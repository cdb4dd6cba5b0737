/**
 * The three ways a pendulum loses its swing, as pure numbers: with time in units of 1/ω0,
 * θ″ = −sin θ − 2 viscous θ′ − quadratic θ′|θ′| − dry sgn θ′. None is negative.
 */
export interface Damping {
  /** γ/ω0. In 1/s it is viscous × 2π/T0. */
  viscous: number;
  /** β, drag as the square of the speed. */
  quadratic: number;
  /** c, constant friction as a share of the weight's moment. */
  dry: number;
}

━━━━━━━━

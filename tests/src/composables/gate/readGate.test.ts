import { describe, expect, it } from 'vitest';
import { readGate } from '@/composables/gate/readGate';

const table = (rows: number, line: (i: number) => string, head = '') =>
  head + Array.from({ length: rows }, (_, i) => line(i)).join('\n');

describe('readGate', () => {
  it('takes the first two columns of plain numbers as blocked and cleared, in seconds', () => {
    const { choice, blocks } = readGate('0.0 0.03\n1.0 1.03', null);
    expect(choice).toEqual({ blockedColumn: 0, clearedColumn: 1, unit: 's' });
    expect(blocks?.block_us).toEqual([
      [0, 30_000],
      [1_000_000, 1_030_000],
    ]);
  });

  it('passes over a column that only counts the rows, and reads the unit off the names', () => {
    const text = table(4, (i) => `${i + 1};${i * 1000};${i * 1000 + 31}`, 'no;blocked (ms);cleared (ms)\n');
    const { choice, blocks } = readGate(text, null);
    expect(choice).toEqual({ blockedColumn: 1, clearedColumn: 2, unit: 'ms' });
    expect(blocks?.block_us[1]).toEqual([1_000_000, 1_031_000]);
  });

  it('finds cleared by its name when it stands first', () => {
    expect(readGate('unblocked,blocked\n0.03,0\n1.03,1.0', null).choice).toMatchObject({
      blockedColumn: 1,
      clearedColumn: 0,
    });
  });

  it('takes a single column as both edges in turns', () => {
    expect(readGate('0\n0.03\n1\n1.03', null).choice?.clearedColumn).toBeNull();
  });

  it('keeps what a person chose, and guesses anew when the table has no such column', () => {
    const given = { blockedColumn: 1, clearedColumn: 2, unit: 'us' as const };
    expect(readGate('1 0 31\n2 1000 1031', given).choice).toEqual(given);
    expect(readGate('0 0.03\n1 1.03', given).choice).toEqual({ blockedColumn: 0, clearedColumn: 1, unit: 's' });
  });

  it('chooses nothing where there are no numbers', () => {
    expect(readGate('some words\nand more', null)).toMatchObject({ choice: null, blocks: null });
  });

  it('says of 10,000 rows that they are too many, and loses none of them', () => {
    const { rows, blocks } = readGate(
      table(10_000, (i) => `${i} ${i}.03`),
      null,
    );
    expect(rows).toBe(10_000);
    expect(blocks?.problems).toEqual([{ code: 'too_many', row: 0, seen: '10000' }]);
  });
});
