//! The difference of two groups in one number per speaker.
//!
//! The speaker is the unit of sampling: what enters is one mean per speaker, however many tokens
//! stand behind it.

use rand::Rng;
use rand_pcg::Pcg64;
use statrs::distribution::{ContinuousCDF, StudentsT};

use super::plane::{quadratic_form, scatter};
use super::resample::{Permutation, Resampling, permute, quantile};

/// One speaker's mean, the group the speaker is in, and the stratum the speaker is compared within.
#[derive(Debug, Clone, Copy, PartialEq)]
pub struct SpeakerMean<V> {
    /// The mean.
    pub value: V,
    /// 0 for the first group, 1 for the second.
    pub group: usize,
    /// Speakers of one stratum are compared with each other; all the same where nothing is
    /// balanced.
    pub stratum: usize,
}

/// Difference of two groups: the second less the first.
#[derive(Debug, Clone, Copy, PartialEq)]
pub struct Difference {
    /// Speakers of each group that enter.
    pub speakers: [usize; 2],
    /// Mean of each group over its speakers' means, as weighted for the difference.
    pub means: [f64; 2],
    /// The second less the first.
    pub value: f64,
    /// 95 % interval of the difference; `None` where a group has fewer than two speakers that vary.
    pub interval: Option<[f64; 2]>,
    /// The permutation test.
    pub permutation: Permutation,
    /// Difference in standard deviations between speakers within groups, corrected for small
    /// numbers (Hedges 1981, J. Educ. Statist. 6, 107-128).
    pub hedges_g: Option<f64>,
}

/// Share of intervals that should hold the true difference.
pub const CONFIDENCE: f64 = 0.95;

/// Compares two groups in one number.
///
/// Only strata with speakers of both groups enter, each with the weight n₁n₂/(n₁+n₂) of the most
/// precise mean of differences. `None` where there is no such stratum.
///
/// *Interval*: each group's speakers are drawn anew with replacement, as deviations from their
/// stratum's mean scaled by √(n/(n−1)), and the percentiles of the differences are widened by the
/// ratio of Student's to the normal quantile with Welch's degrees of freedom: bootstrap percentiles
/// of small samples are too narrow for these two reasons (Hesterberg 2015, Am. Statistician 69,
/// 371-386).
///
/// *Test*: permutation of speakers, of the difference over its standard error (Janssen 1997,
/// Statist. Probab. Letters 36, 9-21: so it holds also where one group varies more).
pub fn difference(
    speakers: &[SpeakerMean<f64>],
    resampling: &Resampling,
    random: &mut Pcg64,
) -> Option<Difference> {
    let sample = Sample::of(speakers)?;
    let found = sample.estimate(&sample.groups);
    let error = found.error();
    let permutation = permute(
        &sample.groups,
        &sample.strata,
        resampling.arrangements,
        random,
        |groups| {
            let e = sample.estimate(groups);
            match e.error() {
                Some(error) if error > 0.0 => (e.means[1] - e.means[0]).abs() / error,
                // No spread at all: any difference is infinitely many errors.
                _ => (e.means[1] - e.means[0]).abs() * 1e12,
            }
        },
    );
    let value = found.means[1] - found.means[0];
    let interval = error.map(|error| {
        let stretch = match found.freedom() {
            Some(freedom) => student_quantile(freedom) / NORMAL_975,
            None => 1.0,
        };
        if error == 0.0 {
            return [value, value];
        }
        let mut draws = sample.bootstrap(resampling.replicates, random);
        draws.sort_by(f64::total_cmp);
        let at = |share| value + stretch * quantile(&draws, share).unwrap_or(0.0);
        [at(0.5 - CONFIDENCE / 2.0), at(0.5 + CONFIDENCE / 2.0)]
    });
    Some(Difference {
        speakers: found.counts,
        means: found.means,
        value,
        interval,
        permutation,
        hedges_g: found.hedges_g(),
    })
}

━━━━━━━━

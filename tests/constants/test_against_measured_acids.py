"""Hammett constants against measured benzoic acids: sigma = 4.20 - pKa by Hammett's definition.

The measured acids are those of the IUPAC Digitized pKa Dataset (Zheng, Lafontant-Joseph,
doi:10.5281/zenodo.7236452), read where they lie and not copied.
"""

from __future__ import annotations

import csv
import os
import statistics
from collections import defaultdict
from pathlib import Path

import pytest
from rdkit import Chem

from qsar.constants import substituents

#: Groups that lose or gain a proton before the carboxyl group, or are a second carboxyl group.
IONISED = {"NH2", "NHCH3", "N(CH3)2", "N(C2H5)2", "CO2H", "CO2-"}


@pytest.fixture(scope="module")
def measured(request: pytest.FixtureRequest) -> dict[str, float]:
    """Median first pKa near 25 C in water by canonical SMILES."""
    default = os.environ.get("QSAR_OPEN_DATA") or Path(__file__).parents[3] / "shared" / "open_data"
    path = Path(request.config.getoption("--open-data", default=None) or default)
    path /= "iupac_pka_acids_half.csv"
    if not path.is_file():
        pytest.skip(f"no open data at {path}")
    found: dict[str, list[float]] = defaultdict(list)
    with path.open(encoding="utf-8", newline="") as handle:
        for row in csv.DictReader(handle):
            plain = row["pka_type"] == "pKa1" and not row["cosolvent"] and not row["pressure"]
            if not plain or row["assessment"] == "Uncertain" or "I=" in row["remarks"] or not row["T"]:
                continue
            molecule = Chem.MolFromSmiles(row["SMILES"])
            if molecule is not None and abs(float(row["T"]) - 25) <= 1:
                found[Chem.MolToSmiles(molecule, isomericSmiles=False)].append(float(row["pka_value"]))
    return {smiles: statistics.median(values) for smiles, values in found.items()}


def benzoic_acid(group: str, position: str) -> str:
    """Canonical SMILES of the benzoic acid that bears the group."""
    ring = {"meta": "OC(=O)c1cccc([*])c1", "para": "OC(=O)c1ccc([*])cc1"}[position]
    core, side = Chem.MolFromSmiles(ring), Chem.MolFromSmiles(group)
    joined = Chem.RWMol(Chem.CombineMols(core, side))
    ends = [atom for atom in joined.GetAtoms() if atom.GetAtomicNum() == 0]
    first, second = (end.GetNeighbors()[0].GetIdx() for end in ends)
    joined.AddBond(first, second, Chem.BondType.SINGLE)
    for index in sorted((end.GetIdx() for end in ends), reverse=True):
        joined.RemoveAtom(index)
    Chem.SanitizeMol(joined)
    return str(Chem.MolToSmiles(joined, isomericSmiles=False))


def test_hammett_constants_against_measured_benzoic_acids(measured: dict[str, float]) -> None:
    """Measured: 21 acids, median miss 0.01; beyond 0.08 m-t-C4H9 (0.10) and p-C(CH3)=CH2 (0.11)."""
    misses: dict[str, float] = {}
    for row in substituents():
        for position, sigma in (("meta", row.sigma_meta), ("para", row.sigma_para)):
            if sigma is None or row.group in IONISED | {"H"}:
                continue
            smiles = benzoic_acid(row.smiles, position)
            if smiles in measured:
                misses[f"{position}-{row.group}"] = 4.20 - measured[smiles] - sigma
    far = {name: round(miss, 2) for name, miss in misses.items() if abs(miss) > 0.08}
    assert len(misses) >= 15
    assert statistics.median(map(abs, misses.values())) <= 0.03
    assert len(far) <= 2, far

━━━━━━━━

Problem description — Print the lines above from the one with "repository cdb4dd6cba5b0737" through the one with "quadratic: number;", both included, exactly as written and nothing more.

Answer box —
repository cdb4dd6cba5b0737
/**
 * The three ways a pendulum loses its swing, as pure numbers: with time in units of 1/ω0,
 * θ″ = −sin θ − 2 viscous θ′ − quadratic θ′|θ′| − dry sgn θ′. None is negative.
 */
export interface Damping {
  /** γ/ω0. In 1/s it is viscous × 2π/T0. */
  viscous: number;
  /** β, drag as the square of the speed. */
  quadratic: number;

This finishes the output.